Reputation: 9
Here is my problem. I got this
{'Ciaran Johnson': {'PB': 58.2,
'Gender': 'M',
'Age': 6,
'Event': 'IM',
'Name': 'Ciaran Johnson'},
'Joan Pine': {'PB': 44.0,
'Gender': 'F',
'Age': 6,
'Event': 'FS',
'Name': 'Joan Pine'},
'Eric Idle': {'PB': 57.2,
'Gender': 'M',
'Age': 6,
'Event': 'IM',
'Name': 'Eric Idle'},
'Kirsty Laing': {'PB': 58.2,
'Gender': 'F',
'Age': 6,
'Event': 'IM',
'Name': 'Kirsty Laing'}}
and I have to sort it firsty by gender,then event and lastle time(PB -the fastest to be first)
Upvotes: 0
Views: 457
Reputation: 500227
I have this [
dict
] and I have to sort it...
You cannot sort a dict
, since standard dictionaries are unordered.
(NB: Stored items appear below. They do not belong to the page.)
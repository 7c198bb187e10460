/* SPDX-License-Identifier: GPL-3.0-or-later */
/*
 * text_page: columns, wrapping and colour for a person at a terminal.
 *
 * Knows characters and columns, nothing of circuits.
 */
#ifndef PLAFOND_TEXT_PAGE_H
#define PLAFOND_TEXT_PAGE_H

#include <stdbool.h>
#include <stdint.h>
#include <stdio.h>

#include "report/record.h"

#define TEXT_CELL_SIZE 64

/* Signs that ASCII has to write otherwise. */
struct text_signs {
	const char *to, *minus, *at_least, *at_most, *none, *cut;
};

struct text_page {
	FILE *out;
	bool colour, ascii;
	unsigned columns;
	unsigned at;			/* column reached in this line */
	const struct text_signs *signs;
	/* One unit for all rates of a page, so that points stand in line. */
	uint64_t digit_bps;		/* of the last digit after the point */
	const char *rate_unit;
};

enum text_paint { PAINT_NONE, PAINT_BOLD, PAINT_GOOD, PAINT_BAD, PAINT_OPEN,
	PAINT_VOID, PAINTS };

void text_page_init(struct text_page *page, const struct text_style *style,
    uint64_t largest_bps, FILE *out);

void text_put(struct text_page *page, const char *text);
void text_putf(struct text_page *page, const char *fmt, ...)
    __attribute__((format(printf, 2, 3)));
void text_paint(struct text_page *page, enum text_paint paint,
    const char *text);
/* At least one space, then text from this column on, or ending before it. */
void text_left(struct text_page *page, unsigned column, const char *text);
void text_right(struct text_page *page, unsigned column, const char *text);
/* text_left, cut so that it ends before `end`. */
void text_cut(struct text_page *page, unsigned column, unsigned end,
    const char *text);
void text_end(struct text_page *page);
void text_heading(struct text_page *page, const char *text);
/* Words from here on, further lines indented to `column`. */
void text_wrap(struct text_page *page, unsigned column, const char *text);

/* In the unit of the page, three digits after the point, rounded down. */
const char *text_rate(const struct text_page *page, uint64_t bps,
    char buf[TEXT_CELL_SIZE]);
/* A count of last digits, with its sign. */
const char *text_change(const struct text_page *page, int64_t digits,
    char buf[TEXT_CELL_SIZE]);
/* "99.48 %", rounded down, so that nothing below a limit looks like it. */
const char *text_percent(double ratio, char buf[TEXT_CELL_SIZE]);

#endif
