/* SPDX-License-Identifier: GPL-3.0-or-later */
/*
 * progress: one live line on standard error while trials run.
 *
 * Drawn over itself on a terminal, and silent anywhere else.  Making the text
 * is pure.
 */
#ifndef PLAFOND_PROGRESS_H
#define PLAFOND_PROGRESS_H

#include <stdbool.h>
#include <stddef.h>
#include <stdint.h>

struct progress {
	bool shown;			/* standard error is a terminal */
	bool drawn;			/* a line stands there */
	uint64_t drawn_ns;
};

struct progress_view {
	uint64_t trial, trials;
	const char *direction;		/* "a-to-b" */
	const char *phase;		/* "settling", "counting" */
	uint64_t payload_bps;		/* of the last second */
	uint64_t target_bps;		/* ceiling or reference; 0: none */
	bool reference;			/* the target is one */
	uint64_t left_ns;		/* of the whole task, an estimate */
};

void progress_init(struct progress *progress, bool quiet);
/* At most ten times a second, but for a change that must be seen. */
void progress_show(struct progress *progress, const struct progress_view *view,
    uint64_t now_ns);
/* Any other text; "" takes the line away. */
void progress_say(struct progress *progress, const char *text);

/* Pure: at most size - 1 octets, which is the width of a terminal. */
const char *progress_text(const struct progress_view *view, char *buf,
    size_t size);

#endif
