/* SPDX-License-Identifier: GPL-3.0-or-later */
#include "report/text_ladder.h"

#include <math.h>
#include <stdlib.h>
#include <string.h>

#define ROWS_MAX (2 * (LADDER_STEPS_MAX + LEDGER_ENTRIES_MAX) + 4)
#define LABEL_COLUMN 2
#define LABEL_END 48
static const unsigned value_columns[DIRECTIONS_SINGLE] = { 62, 78 };

/* What one direction takes off (or adds) under one name. */
struct row {
	const char *name;		/* borrowed */
	bool has[DIRECTIONS_SINGLE];
	int64_t bps[DIRECTIONS_SINGLE];
};

struct table {
	struct row rows[ROWS_MAX];
	size_t count;
	size_t next[DIRECTIONS_SINGLE];	/* first row that may still match */
};

/* A name of the other direction is shared where the order allows it, so that
 * each direction's rows keep their order. */
static void
add(struct table *table, enum direction direction, const char *name,
    int64_t bps)
{
	size_t i = table->next[direction];

	while (i < table->count && (table->rows[i].has[direction] ||
	    strcmp(table->rows[i].name, name) != 0))
		i++;
	if (i == table->count) {
		i = table->next[direction];
		memmove(&table->rows[i + 1], &table->rows[i],
		    (table->count - i) * sizeof(table->rows[0]));
		memset(&table->rows[i], 0, sizeof(table->rows[i]));
		table->rows[i].name = name;
		table->count++;
	}
	table->rows[i].has[direction] = true;
	table->rows[i].bps[direction] = bps;
	table->next[direction] = i + 1;
}

/* The printed rates are rounded down, a change is the difference of two. */
static void
print_changes(struct text_page *page, const struct table *table,
    const bool shown[DIRECTIONS_SINGLE], int64_t running[DIRECTIONS_SINGLE])
{
	char buf[TEXT_CELL_SIZE];

	for (size_t i = 0; i < table->count; i++) {
		text_cut(page, LABEL_COLUMN, LABEL_END, table->rows[i].name);
		for (size_t d = 0; d < DIRECTIONS_SINGLE; d++) {
			int64_t digit = (int64_t)page->digit_bps, before;

			if (!shown[d] || !table->rows[i].has[d])
				continue;
			before = running[d] / digit;
			running[d] -= table->rows[i].bps[d];
			text_right(page, value_columns[d], text_change(page,
			    running[d] / digit - before, buf));
		}
		text_end(page);
	}
}

static void
print_total(struct text_page *page, const char *name,
    const bool shown[DIRECTIONS_SINGLE],
    const int64_t running[DIRECTIONS_SINGLE])
{
	char buf[TEXT_CELL_SIZE];

	text_left(page, LABEL_COLUMN, "");
	text_paint(page, PAINT_BOLD, name);
	for (size_t d = 0; d < DIRECTIONS_SINGLE; d++)
		if (shown[d])
			text_right(page, value_columns[d], text_rate(page,
			    (uint64_t)running[d], buf));
	text_end(page);
}

static void
add_steps(struct table *table, const struct ceiling *ceiling)
{
	for (size_t i = 0; i < ceiling->steps_count; i++)
		add(table, ceiling->direction, ceiling->steps[i].name,
		    (int64_t)ceiling->steps[i].bps);
}

static void
add_entries(struct table *table, const struct verdict *verdict,
    enum direction direction)
{
	for (size_t i = 0; i < verdict->ledger_count; i++)
		if (verdict->ledger[i].direction == direction)
			add(table, direction, verdict->ledger[i].name,
			    verdict->ledger[i].bps);
}

static void
print_ladder(struct text_page *page, const struct record *record,
    const bool shown[DIRECTIONS_SINGLE], struct table *table)
{
	int64_t running[DIRECTIONS_SINGLE];
	bool achieved[DIRECTIONS_SINGLE];
	size_t d;

	for (d = 0; d < DIRECTIONS_SINGLE; d++) {
		running[d] = (int64_t)record->ceilings[d].line_rate_bps;
		achieved[d] = shown[d] && record->verdict->has_achieved[d];
		if (shown[d])
			add_steps(table, &record->ceilings[d]);
	}
	print_total(page, "line rate", shown, running);
	print_changes(page, table, shown, running);
	print_total(page, "ceiling, payload", shown, running);
	memset(table, 0, sizeof(*table));
	for (d = 0; d < DIRECTIONS_SINGLE; d++)
		if (achieved[d])
			add_entries(table, record->verdict,
			    (enum direction)d);
	if (!achieved[0] && !achieved[1])
		return;
	print_changes(page, table, achieved, running);
	print_total(page, "achieved, median", achieved, running);
}

void
text_ladder(struct text_page *page, const struct record *record,
    const bool shown[DIRECTIONS_SINGLE])
{
	struct table *table = calloc(1, sizeof(*table));

	if (table == NULL)
		return;
	text_heading(page, "From the line to the result, ");
	text_paint(page, PAINT_BOLD, page->rate_unit);
	for (size_t d = 0; d < DIRECTIONS_SINGLE; d++)
		if (shown[d])
			text_right(page, value_columns[d],
			    direction_name((enum direction)d));
	text_end(page);
	print_ladder(page, record, shown, table);
	free(table);
}
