/* SPDX-License-Identifier: GPL-3.0-or-later */
#include "report/rate_unit.h"

#include <inttypes.h>
#include <stdio.h>

#define DIGITS 3
#define LEAST_DIGITS 100	/* of the least rate: three of them */

static const struct rate_unit units[] = {
	{ UINT64_C(100000000000), 1000000, "Gbit/s" },
	{ 10000000, 1000, "Mbit/s" },
	{ 0, 1, "kbit/s" },
};
#define UNITS (sizeof(units) / sizeof(units[0]))

const struct rate_unit *
rate_unit_for(uint64_t largest_bps, uint64_t least_bps)
{
	const struct rate_unit *unit = units;

	while (largest_bps < unit->least_bps)
		unit++;
	while (least_bps != 0 && least_bps / unit->digit_bps < LEAST_DIGITS &&
	    unit < &units[UNITS - 1])
		unit++;
	return unit;
}

const char *
rate_digits(uint64_t value, unsigned digits, const char *sign,
    char buf[RATE_CELL_SIZE])
{
	uint64_t unit = 1;
	unsigned i;

	for (i = 0; i < digits; i++)
		unit *= 10;
	if (digits == 0)
		(void)snprintf(buf, RATE_CELL_SIZE, "%s%" PRIu64, sign, value);
	else
		(void)snprintf(buf, RATE_CELL_SIZE, "%s%" PRIu64 ".%0*" PRIu64,
		    sign, value / unit, (int)digits, value % unit);
	return buf;
}

const char *
rate_unit_text(const struct rate_unit *unit, uint64_t bps,
    char buf[RATE_CELL_SIZE])
{
	return rate_digits(bps / unit->digit_bps, DIGITS, "", buf);
}
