/* SPDX-License-Identifier: GPL-3.0-or-later */
/* packet_sizes for programs: JSON "plafond-packet-sizes/1" and CSV. */
#include <inttypes.h>

#include "report/csv_text.h"
#include "report/json_value.h"
#include "report/packet_sizes.h"

static json_t *
json_size(const struct packet_sizes_direction *d,
    const struct packet_size *size)
{
	json_t *object = json_object();

	json_put(object, "frame_bytes", d->frames ?
	    json_value_u64(size->bytes) : json_null());
	json_put(object, "packet_bytes",
	    json_value_u64(size->rate.packet_bytes));
	json_put(object, "packets_per_s",
	    json_value_u64(fraction_floor(size->rate.packets_per_s)));
	json_put(object, "line_bps",
	    json_value_u64(size->rate.rate_bps[LEVEL_LINE]));
	json_put(object, "frame_bps", d->frames ?
	    json_value_u64(size->rate.rate_bps[LEVEL_FRAME]) : json_null());
	json_put(object, "packet_bps",
	    json_value_u64(size->rate.rate_bps[LEVEL_PACKET]));
	json_put(object, "payload_bps", json_value_u64(size->declared_bps));
	json_put(object, "udp_payload_bps", json_value_u64(size->udp_bps));
	json_put(object, "binding", json_value_text(size->rate.binding));
	return object;
}

static json_t *
json_direction(const struct packet_sizes *sizes, enum direction direction)
{
	const struct packet_sizes_direction *d =
	    &sizes->directions[direction];
	json_t *object = json_object(), *array = json_array();
	json_t *left = json_array();

	json_put(object, "direction",
	    json_value_text(direction_name(direction)));
	for (size_t i = 0; i < d->count; i++)
		json_push(array, json_size(d, &d->sizes[i]));
	json_put(object, "sizes", array);
	for (size_t i = 0; i < d->left_count; i++) {
		json_t *one = json_object();

		json_put(one, d->frames ? "frame_bytes" : "packet_bytes",
		    json_value_u64(d->left[i].bytes));
		json_put(one, "why", json_value_text(d->left[i].why));
		json_push(left, one);
	}
	json_put(object, "left_out", left);
	json_put(object, "contract_ignored",
	    json_boolean(d->contract_ignored));
	return object;
}

int
packet_sizes_json(const struct packet_sizes *sizes, FILE *out)
{
	json_t *root = json_object(), *circuit = json_object();
	json_t *directions = json_array();
	enum direction d;
	int rc;

	json_put(root, "format", json_value_text("plafond-packet-sizes/1"));
	json_put(root, "software",
	    json_value_text("plafond " PLAFOND_VERSION));
	json_put(circuit, "name", json_value_text(sizes->circuit));
	json_put(root, "circuit", circuit);
	json_put(root, "top", json_value_text(sizes->top));
	json_put(root, "reference", json_boolean(sizes->reference));
	for (d = 0; d < DIRECTIONS_SINGLE && !sizes->reference; d++)
		json_push(directions, json_direction(sizes, d));
	json_put(root, "directions", directions);
	rc = json_dumpf(root, out, JSON_INDENT(2));
	(void)fputc('\n', out);
	json_decref(root);
	return rc;
}

static void
csv_known(uint64_t value, FILE *out)
{
	(void)fputc(',', out);
	if (value != FIELD_UNSET)
		(void)fprintf(out, "%" PRIu64, value);
}

static void
csv_size(enum direction direction, const struct packet_sizes_direction *d,
    const struct packet_size *size, FILE *out)
{
	(void)fputs(direction_name(direction), out);
	csv_known(d->frames ? size->bytes : FIELD_UNSET, out);
	csv_known(size->rate.packet_bytes, out);
	csv_known(fraction_floor(size->rate.packets_per_s), out);
	csv_known(size->rate.rate_bps[LEVEL_LINE], out);
	csv_known(d->frames ? size->rate.rate_bps[LEVEL_FRAME] : FIELD_UNSET,
	    out);
	csv_known(size->rate.rate_bps[LEVEL_PACKET], out);
	csv_known(size->declared_bps, out);
	csv_known(size->udp_bps, out);
	(void)fputc(',', out);
	csv_text(size->rate.binding, out);
	(void)fputs("\r\n", out);
}

void
packet_sizes_csv(const struct packet_sizes *sizes, FILE *out)
{
	enum direction d;

	(void)fputs("direction,frame_bytes,packet_bytes,packets_per_s,"
	    "line_bps,frame_bps,packet_bps,payload_bps,udp_payload_bps,"
	    "binding\r\n", out);
	for (d = 0; d < DIRECTIONS_SINGLE && !sizes->reference; d++)
		for (size_t i = 0; i < sizes->directions[d].count; i++)
			csv_size(d, &sizes->directions[d],
			    &sizes->directions[d].sizes[i], out);
}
You can, however, use an OrderedDict
:
In [2]: from collections import OrderedDict
In [3]: sd = OrderedDict(sorted(d.items(), key=lambda (k,v): (v['Gender'], v['Event'], v['PB'])))
In [4]: sd
Out[4]: OrderedDict([('Joan Pine', {'PB': 44.0, 'Gender': 'F', 'Age': 6, 'Event': 'FS', 'Name': 'Joan Pine'}), ('Kirsty Laing', {'PB': 58.2, 'Gender': 'F', 'Age': 6, 'Event': 'IM', 'Name': 'Kirsty Laing'}), ('Eric Idle', {'PB': 57.2, 'Gender': 'M', 'Age': 6, 'Event': 'IM', 'Name': 'Eric Idle'}), ('Ciaran Johnson', {'PB': 58.2, 'Gender': 'M', 'Age': 6, 'Event': 'IM', 'Name': 'Ciaran Johnson'})])
Upvotes: 3
Reputation: 63707
Try this
>>> for k,v in sorted(spam.items(),key=lambda k:(k[1]['Gender'],k[1]['Age'],k[1]['PB'])):
print(k,v)
Joan Pine {'PB': 44.0, 'Gender': 'F', 'Age': 6, 'Event': 'FS', 'Name': 'Joan Pine'}
Kirsty Laing {'PB': 58.2, 'Gender': 'F', 'Age': 6, 'Event': 'IM', 'Name': 'Kirsty Laing'}
Eric Idle {'PB': 57.2, 'Gender': 'M', 'Age': 6, 'Event': 'IM', 'Name': 'Eric Idle'}
Ciaran Johnson {'PB': 58.2, 'Gender': 'M', 'Age': 6, 'Event': 'IM', 'Name': 'Ciaran Johnson'}
>>>
Upvotes: 0
Reputation: 41633
You can't sort a dictionary in Python, they are inherently unordered.
You can sort the keys() though, which creates a list, and then use that list to access the elements in a fake ordered way.